Exercise description: State, as a bare number, how many lines below contain "CAPACITORS".

Stored data entries:
────────────────────
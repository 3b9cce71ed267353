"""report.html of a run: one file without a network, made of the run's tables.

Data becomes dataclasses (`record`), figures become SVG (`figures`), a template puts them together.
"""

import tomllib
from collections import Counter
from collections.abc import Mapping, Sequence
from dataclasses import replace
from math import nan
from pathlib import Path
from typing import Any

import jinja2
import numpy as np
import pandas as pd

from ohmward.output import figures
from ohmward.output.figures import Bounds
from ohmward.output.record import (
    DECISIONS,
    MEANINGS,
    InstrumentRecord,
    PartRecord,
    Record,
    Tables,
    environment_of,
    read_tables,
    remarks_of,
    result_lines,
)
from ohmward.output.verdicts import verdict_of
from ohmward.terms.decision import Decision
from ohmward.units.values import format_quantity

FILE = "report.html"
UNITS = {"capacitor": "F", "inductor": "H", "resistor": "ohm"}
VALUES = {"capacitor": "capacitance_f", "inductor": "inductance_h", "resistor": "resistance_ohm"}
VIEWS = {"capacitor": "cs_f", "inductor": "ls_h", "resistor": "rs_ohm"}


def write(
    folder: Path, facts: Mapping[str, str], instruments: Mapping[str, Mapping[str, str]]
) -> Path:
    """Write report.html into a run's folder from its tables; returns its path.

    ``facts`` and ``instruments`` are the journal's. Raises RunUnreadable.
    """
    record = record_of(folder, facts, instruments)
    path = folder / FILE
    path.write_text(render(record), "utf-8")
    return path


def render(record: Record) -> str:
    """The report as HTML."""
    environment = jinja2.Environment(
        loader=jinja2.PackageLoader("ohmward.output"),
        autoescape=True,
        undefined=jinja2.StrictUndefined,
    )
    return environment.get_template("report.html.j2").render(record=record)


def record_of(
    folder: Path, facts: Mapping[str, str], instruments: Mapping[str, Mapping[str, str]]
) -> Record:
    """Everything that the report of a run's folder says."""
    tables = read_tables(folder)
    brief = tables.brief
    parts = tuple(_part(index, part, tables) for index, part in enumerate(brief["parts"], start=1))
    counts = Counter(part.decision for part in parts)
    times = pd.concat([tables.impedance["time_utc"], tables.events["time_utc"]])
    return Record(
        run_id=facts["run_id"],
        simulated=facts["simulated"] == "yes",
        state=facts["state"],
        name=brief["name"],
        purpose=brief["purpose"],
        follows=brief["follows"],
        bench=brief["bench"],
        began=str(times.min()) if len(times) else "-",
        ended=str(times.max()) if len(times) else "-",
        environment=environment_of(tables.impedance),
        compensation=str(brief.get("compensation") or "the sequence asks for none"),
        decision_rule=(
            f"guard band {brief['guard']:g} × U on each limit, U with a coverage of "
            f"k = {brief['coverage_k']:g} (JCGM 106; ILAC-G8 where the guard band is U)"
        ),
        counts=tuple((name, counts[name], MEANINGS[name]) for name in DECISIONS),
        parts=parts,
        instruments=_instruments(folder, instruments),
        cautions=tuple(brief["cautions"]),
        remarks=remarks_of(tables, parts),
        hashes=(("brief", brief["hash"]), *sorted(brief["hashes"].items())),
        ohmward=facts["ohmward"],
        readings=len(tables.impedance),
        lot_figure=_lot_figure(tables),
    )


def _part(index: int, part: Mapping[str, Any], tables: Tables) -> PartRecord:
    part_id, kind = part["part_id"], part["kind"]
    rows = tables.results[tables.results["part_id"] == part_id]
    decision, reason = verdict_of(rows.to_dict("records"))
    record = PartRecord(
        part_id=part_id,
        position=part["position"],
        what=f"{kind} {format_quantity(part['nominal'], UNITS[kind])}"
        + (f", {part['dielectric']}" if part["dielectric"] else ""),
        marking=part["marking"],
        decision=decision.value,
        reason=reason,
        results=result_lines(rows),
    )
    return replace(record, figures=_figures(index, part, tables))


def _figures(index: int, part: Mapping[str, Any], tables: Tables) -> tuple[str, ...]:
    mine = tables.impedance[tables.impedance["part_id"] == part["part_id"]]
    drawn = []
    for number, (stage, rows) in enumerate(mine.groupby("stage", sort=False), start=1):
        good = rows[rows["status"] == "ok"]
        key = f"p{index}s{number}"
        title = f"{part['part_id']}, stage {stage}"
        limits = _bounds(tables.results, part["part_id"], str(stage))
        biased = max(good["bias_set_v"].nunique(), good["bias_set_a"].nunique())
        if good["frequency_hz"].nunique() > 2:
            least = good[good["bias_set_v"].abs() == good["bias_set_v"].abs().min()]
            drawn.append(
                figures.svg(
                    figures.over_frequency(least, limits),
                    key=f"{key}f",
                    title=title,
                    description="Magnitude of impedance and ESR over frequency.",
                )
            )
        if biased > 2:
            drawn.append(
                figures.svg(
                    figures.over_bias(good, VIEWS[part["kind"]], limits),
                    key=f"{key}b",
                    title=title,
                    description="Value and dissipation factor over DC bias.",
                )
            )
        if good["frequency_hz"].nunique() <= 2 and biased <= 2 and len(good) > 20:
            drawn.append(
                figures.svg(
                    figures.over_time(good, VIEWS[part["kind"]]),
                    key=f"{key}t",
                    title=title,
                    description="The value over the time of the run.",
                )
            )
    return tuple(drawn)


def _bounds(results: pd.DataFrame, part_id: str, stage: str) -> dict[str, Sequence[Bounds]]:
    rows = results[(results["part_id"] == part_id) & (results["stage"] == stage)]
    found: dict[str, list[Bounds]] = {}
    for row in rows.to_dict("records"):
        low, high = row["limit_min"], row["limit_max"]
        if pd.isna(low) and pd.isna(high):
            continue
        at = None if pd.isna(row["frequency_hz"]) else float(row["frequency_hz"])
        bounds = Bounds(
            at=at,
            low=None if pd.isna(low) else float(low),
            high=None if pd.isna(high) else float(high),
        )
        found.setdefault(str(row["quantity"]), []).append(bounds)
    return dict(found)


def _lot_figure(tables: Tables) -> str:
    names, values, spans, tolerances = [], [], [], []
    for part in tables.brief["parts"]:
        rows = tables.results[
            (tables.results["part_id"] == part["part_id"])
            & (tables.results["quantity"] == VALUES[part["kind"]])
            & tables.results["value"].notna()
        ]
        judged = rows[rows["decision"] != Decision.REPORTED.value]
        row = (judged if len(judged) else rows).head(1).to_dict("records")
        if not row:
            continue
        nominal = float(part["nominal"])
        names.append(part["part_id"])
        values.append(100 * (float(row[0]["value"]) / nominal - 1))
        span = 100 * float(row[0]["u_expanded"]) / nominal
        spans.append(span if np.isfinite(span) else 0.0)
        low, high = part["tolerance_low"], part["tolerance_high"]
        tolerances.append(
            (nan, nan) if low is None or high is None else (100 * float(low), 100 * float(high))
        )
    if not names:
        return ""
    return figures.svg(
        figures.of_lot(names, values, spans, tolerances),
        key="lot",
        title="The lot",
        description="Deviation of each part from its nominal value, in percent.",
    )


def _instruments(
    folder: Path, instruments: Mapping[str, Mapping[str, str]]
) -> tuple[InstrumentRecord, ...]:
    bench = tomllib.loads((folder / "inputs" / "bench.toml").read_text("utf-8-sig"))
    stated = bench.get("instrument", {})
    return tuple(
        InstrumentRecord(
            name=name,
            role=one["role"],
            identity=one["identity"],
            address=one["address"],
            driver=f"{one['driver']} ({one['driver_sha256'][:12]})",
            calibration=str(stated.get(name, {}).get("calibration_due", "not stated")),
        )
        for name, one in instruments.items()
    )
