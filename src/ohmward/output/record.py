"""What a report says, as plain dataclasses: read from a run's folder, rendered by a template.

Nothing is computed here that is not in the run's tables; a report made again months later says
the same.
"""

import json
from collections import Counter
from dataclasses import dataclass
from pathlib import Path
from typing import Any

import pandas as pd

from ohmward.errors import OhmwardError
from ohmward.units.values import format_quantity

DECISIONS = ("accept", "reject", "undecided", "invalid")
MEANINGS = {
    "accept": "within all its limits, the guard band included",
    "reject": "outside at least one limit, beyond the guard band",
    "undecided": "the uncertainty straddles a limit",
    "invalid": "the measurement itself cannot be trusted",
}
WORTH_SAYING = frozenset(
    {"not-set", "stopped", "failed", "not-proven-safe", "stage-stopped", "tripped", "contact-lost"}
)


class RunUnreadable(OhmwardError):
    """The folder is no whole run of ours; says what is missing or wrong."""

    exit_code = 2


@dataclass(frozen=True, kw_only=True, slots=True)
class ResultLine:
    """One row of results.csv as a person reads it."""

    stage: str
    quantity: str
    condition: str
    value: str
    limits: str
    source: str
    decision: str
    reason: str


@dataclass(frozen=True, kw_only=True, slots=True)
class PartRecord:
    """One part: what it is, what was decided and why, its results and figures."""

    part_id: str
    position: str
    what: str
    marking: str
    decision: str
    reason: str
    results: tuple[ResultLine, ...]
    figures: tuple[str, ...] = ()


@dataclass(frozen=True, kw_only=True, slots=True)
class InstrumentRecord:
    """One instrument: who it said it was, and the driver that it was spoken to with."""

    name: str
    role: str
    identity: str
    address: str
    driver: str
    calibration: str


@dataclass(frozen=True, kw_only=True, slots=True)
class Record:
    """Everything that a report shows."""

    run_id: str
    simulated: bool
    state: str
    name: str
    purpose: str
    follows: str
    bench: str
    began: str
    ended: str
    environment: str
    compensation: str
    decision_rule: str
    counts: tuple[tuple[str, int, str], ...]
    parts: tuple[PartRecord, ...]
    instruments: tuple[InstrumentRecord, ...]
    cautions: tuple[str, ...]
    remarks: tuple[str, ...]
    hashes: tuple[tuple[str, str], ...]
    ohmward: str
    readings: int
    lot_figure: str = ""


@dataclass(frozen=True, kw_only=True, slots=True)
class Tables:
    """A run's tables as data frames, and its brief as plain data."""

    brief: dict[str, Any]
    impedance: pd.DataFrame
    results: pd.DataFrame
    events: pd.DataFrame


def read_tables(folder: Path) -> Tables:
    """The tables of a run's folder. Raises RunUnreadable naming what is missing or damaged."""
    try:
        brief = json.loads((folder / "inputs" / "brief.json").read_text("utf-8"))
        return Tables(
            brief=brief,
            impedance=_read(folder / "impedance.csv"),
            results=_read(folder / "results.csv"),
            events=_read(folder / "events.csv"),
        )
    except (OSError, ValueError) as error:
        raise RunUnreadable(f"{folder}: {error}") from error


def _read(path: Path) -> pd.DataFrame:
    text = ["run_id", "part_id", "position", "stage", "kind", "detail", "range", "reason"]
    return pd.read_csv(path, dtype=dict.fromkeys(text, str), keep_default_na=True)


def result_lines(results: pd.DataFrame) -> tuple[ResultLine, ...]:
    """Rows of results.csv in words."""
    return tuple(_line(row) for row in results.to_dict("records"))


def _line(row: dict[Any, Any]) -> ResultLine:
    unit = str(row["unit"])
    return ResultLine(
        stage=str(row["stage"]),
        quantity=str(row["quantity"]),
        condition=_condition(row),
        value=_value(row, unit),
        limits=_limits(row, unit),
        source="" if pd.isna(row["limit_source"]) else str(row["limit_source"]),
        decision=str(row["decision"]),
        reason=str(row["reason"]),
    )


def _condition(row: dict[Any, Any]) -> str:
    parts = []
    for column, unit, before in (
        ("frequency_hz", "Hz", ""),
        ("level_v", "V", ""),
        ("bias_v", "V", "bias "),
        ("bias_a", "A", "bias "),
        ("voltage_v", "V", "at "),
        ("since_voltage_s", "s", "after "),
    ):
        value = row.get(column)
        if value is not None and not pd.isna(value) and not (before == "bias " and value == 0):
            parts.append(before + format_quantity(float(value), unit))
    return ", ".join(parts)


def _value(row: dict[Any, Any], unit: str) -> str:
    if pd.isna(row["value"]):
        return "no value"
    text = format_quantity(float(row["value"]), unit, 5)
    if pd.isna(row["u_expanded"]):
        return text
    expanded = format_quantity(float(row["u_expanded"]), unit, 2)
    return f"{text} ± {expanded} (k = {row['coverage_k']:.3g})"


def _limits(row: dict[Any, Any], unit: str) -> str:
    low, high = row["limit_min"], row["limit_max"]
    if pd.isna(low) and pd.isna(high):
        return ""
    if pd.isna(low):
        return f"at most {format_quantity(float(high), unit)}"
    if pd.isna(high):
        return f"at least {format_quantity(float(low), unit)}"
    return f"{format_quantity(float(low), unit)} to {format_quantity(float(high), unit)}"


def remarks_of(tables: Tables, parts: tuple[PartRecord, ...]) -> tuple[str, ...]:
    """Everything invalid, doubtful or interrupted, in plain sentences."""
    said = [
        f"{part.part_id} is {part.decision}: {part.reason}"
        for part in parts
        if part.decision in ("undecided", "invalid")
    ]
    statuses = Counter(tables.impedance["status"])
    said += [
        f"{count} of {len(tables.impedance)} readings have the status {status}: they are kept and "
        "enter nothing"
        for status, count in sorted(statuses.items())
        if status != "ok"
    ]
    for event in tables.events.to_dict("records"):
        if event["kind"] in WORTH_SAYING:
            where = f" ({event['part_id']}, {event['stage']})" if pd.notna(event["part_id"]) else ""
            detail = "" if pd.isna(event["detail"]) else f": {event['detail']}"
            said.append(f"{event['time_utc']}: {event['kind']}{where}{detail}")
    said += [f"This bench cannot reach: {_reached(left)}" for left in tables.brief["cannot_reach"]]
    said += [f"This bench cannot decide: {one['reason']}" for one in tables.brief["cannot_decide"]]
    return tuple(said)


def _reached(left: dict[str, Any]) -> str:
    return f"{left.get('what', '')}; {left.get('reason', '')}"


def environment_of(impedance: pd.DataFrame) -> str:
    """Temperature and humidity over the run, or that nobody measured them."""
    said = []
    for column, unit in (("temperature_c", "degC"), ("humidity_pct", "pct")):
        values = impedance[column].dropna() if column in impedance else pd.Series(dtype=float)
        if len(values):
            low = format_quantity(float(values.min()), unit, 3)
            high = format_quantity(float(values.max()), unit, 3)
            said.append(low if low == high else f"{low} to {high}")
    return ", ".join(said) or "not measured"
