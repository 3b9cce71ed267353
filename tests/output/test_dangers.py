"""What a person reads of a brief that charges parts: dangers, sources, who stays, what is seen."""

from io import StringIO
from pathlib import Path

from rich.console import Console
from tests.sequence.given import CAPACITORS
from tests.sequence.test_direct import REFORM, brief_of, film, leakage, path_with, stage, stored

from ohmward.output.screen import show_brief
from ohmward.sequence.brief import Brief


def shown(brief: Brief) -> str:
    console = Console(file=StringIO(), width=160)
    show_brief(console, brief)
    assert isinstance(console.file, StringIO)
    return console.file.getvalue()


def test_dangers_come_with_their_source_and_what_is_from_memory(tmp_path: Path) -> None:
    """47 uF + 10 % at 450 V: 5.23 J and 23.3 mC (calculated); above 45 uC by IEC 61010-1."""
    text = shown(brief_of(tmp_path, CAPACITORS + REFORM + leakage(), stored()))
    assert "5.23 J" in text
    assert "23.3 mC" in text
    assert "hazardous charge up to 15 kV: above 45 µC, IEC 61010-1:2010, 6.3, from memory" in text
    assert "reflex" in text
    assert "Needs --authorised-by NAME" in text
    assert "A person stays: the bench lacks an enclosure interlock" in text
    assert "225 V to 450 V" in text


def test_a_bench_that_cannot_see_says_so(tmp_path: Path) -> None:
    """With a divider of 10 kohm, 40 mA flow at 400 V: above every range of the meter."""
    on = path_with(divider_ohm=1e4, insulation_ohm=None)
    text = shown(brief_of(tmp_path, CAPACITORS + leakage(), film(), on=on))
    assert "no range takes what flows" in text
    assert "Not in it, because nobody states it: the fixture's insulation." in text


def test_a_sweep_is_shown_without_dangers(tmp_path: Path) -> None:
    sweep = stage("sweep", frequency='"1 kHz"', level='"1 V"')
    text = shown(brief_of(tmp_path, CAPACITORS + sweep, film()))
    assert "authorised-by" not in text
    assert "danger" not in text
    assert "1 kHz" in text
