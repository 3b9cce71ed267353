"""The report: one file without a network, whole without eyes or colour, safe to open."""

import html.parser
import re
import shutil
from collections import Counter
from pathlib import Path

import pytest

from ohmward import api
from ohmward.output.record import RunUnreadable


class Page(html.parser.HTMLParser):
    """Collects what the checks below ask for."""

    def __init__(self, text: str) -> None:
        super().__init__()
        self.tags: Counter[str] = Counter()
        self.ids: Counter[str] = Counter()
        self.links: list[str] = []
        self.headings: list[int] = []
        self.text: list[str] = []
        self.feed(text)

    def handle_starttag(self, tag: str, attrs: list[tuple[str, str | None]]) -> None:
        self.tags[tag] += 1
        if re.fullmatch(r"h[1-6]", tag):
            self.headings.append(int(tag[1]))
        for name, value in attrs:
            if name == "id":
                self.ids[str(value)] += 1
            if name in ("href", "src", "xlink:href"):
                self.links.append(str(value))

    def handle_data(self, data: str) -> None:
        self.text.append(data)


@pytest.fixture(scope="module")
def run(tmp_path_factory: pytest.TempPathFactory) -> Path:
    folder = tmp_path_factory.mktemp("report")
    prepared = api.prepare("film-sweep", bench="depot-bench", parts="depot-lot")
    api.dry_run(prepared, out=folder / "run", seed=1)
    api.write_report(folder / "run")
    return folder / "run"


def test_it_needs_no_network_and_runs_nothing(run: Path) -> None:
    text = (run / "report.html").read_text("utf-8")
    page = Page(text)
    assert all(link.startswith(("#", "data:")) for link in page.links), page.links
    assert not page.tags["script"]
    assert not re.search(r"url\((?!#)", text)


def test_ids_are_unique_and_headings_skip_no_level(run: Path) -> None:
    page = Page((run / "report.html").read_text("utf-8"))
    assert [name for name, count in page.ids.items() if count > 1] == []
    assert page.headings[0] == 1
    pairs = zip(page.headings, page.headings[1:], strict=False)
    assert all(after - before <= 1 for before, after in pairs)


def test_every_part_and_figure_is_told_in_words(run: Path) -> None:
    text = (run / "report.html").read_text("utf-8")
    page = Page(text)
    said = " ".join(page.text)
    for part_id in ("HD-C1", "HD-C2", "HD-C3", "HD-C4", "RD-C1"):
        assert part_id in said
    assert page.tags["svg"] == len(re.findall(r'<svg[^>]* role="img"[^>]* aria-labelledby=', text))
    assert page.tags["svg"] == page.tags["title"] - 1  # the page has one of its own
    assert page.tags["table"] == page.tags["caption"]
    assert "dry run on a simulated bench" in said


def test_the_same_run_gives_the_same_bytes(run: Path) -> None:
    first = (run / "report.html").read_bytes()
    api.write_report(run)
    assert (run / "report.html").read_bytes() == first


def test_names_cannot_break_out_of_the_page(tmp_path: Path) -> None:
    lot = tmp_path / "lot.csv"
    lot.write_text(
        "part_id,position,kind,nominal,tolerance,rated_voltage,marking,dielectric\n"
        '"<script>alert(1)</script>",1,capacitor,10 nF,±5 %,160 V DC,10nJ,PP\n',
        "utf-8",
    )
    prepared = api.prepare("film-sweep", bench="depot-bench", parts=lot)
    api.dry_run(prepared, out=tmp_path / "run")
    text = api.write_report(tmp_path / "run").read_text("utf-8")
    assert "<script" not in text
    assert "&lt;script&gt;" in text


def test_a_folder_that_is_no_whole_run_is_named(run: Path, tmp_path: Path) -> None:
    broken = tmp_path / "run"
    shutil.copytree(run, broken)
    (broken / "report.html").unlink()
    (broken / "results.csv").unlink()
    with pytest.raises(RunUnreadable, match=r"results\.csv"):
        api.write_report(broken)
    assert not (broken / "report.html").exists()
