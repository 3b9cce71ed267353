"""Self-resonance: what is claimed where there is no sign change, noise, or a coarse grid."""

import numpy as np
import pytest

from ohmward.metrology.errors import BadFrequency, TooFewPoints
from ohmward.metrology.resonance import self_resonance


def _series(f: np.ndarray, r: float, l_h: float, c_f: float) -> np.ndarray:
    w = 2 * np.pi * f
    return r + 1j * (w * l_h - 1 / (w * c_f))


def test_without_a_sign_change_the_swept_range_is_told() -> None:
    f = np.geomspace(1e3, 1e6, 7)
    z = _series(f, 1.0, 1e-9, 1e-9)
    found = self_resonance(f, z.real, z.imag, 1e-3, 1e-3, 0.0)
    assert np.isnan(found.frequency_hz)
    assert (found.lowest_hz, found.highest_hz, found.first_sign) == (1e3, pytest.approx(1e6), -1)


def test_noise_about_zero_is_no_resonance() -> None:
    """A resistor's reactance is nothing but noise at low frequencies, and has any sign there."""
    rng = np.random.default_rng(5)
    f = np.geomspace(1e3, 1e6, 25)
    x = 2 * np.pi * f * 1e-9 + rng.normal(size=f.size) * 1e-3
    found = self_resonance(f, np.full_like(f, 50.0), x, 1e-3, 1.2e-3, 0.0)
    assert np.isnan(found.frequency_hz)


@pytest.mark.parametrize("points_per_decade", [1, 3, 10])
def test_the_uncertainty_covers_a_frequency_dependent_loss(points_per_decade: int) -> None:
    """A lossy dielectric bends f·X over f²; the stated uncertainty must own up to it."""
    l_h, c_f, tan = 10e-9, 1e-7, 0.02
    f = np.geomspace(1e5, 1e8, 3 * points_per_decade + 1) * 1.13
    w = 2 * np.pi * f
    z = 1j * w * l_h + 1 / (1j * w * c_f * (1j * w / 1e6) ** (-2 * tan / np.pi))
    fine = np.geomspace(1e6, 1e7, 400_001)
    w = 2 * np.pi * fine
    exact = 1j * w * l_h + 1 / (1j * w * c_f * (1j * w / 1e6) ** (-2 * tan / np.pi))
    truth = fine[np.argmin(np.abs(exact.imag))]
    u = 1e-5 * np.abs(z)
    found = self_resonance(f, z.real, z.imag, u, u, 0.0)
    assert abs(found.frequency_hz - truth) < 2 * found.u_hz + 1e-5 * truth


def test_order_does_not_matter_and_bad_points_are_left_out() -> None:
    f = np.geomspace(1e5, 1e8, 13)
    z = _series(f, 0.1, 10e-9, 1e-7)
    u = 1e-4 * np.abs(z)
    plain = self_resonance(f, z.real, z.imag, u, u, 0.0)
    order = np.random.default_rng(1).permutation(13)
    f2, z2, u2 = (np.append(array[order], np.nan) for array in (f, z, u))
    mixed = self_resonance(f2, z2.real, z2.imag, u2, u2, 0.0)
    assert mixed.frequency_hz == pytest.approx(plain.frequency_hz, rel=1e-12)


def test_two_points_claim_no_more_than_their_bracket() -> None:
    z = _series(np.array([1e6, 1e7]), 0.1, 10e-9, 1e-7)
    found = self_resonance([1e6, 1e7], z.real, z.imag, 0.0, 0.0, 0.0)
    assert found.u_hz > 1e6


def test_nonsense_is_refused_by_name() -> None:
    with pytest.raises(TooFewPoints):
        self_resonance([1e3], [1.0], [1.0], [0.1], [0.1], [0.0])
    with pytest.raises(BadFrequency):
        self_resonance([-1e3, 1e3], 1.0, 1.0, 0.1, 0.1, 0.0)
────────────────────
Solution to the problem: 4